◆ **Dataset extract**:
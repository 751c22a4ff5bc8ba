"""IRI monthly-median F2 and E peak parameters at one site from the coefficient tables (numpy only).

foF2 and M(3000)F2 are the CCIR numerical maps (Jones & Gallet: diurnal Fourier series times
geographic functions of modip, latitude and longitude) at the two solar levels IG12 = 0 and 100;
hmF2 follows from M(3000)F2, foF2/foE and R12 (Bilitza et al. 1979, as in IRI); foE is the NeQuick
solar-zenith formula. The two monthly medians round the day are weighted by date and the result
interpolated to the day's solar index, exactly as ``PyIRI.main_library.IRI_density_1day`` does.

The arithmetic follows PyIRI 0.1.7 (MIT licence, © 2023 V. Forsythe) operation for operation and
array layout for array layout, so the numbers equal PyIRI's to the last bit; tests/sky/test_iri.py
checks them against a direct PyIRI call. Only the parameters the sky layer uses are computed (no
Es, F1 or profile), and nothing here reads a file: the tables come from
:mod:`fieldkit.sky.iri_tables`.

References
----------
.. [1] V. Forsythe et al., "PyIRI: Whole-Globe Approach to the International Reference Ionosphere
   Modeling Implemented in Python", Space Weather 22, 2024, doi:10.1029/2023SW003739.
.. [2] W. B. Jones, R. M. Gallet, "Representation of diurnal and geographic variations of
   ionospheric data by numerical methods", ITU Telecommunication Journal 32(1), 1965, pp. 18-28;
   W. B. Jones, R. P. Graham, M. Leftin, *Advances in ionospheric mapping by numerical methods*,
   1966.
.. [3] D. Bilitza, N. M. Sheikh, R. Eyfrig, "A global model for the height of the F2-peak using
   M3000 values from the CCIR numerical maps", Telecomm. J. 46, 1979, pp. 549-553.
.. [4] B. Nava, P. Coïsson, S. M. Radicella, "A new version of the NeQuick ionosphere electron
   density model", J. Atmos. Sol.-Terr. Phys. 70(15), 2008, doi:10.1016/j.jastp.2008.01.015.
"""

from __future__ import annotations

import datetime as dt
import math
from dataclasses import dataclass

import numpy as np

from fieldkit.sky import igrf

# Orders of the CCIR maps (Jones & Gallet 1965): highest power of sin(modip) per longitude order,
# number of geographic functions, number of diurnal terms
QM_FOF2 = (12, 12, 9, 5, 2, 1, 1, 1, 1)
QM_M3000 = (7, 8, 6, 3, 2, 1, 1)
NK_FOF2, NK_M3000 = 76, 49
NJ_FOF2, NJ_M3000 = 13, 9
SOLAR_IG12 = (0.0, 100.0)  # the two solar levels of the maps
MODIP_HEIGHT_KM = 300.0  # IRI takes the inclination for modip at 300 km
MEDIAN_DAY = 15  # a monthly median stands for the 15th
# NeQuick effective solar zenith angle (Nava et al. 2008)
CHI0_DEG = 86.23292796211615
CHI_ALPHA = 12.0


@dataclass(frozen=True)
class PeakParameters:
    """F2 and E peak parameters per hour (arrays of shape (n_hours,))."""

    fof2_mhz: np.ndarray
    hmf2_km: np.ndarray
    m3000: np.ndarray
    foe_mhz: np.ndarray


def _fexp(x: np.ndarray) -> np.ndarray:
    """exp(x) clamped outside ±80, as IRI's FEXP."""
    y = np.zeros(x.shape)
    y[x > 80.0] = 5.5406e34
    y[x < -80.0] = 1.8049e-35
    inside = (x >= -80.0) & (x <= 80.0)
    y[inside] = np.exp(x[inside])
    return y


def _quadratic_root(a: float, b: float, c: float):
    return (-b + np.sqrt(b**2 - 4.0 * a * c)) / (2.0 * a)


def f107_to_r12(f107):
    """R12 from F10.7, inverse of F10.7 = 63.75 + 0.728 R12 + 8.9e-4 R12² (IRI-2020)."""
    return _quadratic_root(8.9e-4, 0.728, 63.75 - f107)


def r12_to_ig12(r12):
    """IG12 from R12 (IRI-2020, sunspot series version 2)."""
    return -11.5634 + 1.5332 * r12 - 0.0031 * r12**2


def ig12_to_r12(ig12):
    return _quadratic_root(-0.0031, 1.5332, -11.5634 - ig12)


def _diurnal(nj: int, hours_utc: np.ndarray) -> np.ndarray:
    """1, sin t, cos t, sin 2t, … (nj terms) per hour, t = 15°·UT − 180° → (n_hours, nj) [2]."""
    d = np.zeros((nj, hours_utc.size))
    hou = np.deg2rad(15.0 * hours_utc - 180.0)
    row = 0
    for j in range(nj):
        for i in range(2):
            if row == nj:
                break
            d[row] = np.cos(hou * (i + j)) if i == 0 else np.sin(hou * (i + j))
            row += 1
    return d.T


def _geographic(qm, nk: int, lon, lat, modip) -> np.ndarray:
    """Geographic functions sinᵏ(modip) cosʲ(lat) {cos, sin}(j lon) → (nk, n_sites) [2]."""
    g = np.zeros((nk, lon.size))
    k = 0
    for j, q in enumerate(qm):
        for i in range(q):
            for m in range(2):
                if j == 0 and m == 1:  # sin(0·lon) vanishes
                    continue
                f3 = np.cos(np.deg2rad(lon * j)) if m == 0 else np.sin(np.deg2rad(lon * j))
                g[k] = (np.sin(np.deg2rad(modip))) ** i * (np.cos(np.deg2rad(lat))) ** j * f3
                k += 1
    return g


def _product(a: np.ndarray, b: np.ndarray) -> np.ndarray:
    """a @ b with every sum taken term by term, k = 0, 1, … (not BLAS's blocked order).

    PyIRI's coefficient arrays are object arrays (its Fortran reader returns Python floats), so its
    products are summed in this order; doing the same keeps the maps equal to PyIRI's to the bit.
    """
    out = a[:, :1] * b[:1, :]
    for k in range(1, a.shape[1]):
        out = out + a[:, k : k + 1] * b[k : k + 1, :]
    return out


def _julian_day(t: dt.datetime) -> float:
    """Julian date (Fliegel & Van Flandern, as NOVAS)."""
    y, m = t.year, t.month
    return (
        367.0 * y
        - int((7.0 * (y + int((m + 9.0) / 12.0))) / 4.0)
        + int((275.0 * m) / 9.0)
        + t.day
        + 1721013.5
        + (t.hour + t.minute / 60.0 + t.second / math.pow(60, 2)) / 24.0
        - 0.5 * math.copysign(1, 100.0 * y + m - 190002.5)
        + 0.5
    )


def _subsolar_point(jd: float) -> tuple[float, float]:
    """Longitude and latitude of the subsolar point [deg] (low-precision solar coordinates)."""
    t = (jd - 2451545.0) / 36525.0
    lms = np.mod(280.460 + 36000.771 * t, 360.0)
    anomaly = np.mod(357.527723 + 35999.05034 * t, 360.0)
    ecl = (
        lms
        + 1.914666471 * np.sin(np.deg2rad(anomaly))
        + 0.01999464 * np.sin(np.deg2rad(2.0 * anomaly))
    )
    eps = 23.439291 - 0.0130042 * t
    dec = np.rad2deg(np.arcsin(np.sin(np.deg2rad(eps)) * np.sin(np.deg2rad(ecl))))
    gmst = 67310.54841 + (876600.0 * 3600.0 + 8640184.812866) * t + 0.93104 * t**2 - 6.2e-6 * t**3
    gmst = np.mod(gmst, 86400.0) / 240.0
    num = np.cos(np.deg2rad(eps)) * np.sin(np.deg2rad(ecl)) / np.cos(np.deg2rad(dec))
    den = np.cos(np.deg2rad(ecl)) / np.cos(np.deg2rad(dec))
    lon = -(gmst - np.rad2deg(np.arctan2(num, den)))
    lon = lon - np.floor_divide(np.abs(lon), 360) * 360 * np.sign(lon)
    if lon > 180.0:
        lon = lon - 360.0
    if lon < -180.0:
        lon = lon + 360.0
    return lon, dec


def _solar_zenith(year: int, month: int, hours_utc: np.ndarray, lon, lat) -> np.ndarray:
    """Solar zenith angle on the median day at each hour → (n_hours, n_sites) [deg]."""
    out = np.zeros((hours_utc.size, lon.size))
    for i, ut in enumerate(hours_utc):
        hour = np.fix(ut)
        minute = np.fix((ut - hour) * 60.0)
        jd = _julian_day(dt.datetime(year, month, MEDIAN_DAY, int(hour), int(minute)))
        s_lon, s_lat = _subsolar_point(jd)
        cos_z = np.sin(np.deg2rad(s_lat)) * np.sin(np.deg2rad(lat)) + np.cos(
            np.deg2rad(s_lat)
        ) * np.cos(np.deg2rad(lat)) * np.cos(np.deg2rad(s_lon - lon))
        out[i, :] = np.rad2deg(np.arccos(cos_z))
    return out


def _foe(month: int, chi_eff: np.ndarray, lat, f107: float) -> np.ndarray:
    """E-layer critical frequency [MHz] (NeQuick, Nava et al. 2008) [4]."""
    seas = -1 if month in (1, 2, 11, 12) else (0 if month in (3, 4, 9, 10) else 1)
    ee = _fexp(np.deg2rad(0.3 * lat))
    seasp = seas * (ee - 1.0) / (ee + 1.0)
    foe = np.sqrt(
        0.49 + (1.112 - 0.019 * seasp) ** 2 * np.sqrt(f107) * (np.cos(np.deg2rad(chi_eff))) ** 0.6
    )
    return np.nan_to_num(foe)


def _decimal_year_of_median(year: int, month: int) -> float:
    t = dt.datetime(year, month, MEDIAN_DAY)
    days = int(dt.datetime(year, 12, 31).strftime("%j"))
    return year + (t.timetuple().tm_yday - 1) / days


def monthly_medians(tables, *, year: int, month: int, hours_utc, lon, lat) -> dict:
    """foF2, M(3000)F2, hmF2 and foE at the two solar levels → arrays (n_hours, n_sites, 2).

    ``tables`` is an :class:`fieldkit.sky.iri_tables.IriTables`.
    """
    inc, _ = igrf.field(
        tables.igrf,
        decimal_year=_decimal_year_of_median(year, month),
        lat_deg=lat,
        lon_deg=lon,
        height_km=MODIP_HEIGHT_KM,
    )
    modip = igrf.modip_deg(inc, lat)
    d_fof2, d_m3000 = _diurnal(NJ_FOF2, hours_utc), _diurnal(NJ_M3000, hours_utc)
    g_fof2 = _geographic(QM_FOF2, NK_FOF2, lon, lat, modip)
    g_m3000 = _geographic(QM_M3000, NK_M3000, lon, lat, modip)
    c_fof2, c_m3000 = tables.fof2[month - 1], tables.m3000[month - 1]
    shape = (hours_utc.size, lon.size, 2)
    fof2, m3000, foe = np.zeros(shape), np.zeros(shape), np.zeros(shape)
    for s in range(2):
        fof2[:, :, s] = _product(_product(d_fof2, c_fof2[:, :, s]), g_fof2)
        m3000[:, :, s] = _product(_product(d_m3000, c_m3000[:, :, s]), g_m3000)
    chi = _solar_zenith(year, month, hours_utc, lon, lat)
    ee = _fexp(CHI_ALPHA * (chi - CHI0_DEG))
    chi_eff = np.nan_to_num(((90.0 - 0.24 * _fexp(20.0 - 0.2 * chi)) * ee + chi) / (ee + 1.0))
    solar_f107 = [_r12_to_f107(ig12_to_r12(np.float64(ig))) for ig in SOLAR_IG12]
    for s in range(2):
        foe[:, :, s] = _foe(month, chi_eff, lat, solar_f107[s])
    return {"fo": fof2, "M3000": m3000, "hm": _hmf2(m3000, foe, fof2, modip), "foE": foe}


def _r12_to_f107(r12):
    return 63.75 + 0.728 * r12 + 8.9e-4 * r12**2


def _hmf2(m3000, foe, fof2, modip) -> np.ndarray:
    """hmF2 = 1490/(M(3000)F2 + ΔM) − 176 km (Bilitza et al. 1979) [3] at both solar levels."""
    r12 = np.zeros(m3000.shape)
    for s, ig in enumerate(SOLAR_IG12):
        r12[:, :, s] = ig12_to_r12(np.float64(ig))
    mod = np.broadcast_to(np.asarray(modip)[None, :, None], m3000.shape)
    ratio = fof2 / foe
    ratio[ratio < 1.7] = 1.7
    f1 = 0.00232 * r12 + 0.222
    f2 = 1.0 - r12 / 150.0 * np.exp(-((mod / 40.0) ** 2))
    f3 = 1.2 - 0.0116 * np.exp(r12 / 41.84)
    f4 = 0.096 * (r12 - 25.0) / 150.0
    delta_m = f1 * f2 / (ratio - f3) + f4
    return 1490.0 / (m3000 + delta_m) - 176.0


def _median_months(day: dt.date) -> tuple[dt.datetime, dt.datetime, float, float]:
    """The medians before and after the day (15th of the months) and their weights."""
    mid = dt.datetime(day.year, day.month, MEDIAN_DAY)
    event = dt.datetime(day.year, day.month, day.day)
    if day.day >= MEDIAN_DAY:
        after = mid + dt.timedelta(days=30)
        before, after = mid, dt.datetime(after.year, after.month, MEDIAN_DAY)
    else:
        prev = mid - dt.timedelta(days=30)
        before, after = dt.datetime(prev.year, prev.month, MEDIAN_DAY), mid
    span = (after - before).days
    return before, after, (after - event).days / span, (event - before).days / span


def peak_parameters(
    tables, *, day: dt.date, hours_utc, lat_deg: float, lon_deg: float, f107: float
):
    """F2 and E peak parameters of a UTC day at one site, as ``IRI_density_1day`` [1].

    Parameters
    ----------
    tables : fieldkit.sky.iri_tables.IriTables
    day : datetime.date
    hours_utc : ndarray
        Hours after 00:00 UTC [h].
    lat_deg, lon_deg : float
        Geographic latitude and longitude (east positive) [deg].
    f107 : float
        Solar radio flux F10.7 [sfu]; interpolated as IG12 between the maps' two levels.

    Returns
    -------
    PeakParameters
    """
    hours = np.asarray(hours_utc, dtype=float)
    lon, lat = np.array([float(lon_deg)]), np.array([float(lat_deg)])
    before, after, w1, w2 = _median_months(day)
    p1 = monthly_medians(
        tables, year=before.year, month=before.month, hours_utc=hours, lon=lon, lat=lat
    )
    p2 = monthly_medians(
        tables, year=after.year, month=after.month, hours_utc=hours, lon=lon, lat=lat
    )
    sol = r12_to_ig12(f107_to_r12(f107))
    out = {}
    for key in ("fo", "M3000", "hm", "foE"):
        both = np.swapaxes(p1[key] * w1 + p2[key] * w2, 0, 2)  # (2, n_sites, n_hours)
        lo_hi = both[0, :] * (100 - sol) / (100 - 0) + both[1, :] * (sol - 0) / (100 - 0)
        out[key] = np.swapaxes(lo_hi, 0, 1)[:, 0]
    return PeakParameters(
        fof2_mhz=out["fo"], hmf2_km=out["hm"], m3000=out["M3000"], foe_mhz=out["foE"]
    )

◆ **Assigned task**: When you reach the line with "fof2, m3000, foe" in the records above, start writing out lines exactly, and stop once the line with "delta_m = f1 * f2 / (ratio - f3) + f4" has been written; include nothing else.

◆ **Answer space**:
    fof2, m3000, foe = np.zeros(shape), np.zeros(shape), np.zeros(shape)
    for s in range(2):
        fof2[:, :, s] = _product(_product(d_fof2, c_fof2[:, :, s]), g_fof2)
        m3000[:, :, s] = _product(_product(d_m3000, c_m3000[:, :, s]), g_m3000)
    chi = _solar_zenith(year, month, hours_utc, lon, lat)
    ee = _fexp(CHI_ALPHA * (chi - CHI0_DEG))
    chi_eff = np.nan_to_num(((90.0 - 0.24 * _fexp(20.0 - 0.2 * chi)) * ee + chi) / (ee + 1.0))
    solar_f107 = [_r12_to_f107(ig12_to_r12(np.float64(ig))) for ig in SOLAR_IG12]
    for s in range(2):
        foe[:, :, s] = _foe(month, chi_eff, lat, solar_f107[s])
    return {"fo": fof2, "M3000": m3000, "hm": _hmf2(m3000, foe, fof2, modip), "foE": foe}


def _r12_to_f107(r12):
    return 63.75 + 0.728 * r12 + 8.9e-4 * r12**2


def _hmf2(m3000, foe, fof2, modip) -> np.ndarray:
    """hmF2 = 1490/(M(3000)F2 + ΔM) − 176 km (Bilitza et al. 1979) [3] at both solar levels."""
    r12 = np.zeros(m3000.shape)
    for s, ig in enumerate(SOLAR_IG12):
        r12[:, :, s] = ig12_to_r12(np.float64(ig))
    mod = np.broadcast_to(np.asarray(modip)[None, :, None], m3000.shape)
    ratio = fof2 / foe
    ratio[ratio < 1.7] = 1.7
    f1 = 0.00232 * r12 + 0.222
    f2 = 1.0 - r12 / 150.0 * np.exp(-((mod / 40.0) ** 2))
    f3 = 1.2 - 0.0116 * np.exp(r12 / 41.84)
    f4 = 0.096 * (r12 - 25.0) / 150.0
    delta_m = f1 * f2 / (ratio - f3) + f4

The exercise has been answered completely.